**Assignment**: Only these lines of the data below are wanted: the one with "filename wavetrail/report/build.py", the one with "from wavetrail.report.html import", and any lines between them, each repeated exactly.

**Data under study**:
○ ○ ○ ○ ○
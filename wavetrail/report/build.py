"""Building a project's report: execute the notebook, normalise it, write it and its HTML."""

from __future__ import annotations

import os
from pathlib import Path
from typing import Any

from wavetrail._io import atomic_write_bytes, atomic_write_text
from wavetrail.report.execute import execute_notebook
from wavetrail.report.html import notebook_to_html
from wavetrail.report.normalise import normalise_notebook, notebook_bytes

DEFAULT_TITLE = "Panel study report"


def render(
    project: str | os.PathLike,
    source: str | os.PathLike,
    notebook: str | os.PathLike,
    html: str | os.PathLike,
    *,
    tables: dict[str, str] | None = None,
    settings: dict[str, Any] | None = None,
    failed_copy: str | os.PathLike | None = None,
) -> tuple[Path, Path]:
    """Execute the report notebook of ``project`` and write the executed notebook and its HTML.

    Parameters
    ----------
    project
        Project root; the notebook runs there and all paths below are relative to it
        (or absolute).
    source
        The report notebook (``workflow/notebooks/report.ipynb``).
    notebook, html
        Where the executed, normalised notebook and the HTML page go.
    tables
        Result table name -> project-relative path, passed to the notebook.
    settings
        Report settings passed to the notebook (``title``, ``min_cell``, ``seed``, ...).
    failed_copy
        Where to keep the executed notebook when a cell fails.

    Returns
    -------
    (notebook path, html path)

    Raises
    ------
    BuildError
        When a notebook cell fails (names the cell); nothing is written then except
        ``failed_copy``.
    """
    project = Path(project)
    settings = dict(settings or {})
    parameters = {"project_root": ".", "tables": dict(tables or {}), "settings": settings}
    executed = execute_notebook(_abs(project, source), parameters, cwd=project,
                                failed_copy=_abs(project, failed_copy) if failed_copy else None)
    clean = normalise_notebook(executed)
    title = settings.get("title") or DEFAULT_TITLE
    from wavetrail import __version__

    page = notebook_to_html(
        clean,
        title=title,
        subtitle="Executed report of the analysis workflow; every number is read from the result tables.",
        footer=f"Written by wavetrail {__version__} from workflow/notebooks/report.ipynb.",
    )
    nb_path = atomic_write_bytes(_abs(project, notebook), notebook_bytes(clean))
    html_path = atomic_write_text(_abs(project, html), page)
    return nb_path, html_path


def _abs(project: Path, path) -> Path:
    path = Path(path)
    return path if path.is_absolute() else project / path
○ ○ ○ ○ ○
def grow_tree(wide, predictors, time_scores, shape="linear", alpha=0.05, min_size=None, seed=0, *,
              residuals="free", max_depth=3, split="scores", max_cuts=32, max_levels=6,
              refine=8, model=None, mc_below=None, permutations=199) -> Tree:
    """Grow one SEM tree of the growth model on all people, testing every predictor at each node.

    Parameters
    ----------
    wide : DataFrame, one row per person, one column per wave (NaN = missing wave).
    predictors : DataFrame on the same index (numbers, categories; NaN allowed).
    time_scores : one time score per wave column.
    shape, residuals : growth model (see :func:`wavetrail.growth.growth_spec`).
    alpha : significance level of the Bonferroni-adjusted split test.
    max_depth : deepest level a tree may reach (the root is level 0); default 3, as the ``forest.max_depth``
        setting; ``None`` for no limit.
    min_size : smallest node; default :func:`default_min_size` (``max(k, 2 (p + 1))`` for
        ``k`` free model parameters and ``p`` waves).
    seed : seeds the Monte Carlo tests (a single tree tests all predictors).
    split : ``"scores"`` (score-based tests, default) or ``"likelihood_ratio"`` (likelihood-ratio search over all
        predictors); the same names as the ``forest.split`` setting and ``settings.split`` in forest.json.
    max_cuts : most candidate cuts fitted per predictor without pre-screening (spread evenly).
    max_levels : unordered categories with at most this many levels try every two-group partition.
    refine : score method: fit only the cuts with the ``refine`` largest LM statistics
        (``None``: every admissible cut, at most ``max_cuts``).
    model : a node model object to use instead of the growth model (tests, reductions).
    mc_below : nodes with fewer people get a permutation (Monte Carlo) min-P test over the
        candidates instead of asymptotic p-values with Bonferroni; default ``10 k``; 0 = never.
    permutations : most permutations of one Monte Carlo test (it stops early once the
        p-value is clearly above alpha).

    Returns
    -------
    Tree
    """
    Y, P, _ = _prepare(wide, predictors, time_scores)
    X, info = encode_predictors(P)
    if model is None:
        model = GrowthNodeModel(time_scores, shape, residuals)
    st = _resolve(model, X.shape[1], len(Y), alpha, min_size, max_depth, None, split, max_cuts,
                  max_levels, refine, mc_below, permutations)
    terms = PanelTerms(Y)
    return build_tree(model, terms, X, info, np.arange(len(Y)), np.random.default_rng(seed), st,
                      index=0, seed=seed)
○ ○ ○ ○ ○
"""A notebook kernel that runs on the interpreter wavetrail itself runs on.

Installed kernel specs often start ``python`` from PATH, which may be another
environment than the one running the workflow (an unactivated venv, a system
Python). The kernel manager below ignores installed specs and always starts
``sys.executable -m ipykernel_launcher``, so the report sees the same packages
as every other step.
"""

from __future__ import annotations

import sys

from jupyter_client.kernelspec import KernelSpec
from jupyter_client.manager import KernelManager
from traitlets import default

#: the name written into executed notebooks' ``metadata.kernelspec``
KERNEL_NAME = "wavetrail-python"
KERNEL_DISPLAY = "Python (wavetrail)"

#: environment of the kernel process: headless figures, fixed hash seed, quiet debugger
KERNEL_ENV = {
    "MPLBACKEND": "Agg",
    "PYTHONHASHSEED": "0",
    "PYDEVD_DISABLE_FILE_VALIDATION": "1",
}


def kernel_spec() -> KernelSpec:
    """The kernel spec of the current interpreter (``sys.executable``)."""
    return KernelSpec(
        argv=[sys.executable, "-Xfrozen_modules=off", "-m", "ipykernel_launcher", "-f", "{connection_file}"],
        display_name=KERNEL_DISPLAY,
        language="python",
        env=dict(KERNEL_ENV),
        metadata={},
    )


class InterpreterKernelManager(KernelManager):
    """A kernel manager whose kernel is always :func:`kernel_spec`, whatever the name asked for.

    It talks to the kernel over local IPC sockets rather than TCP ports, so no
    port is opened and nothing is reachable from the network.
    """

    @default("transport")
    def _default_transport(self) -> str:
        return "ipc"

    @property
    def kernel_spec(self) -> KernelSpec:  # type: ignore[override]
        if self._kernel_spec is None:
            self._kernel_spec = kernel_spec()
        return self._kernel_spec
○ ○ ○ ○ ○
**Response to this exercise**:
filename wavetrail/report/build.py
"""Building a project's report: execute the notebook, normalise it, write it and its HTML."""

from __future__ import annotations

import os
from pathlib import Path
from typing import Any

from wavetrail._io import atomic_write_bytes, atomic_write_text
from wavetrail.report.execute import execute_notebook
from wavetrail.report.html import notebook_to_html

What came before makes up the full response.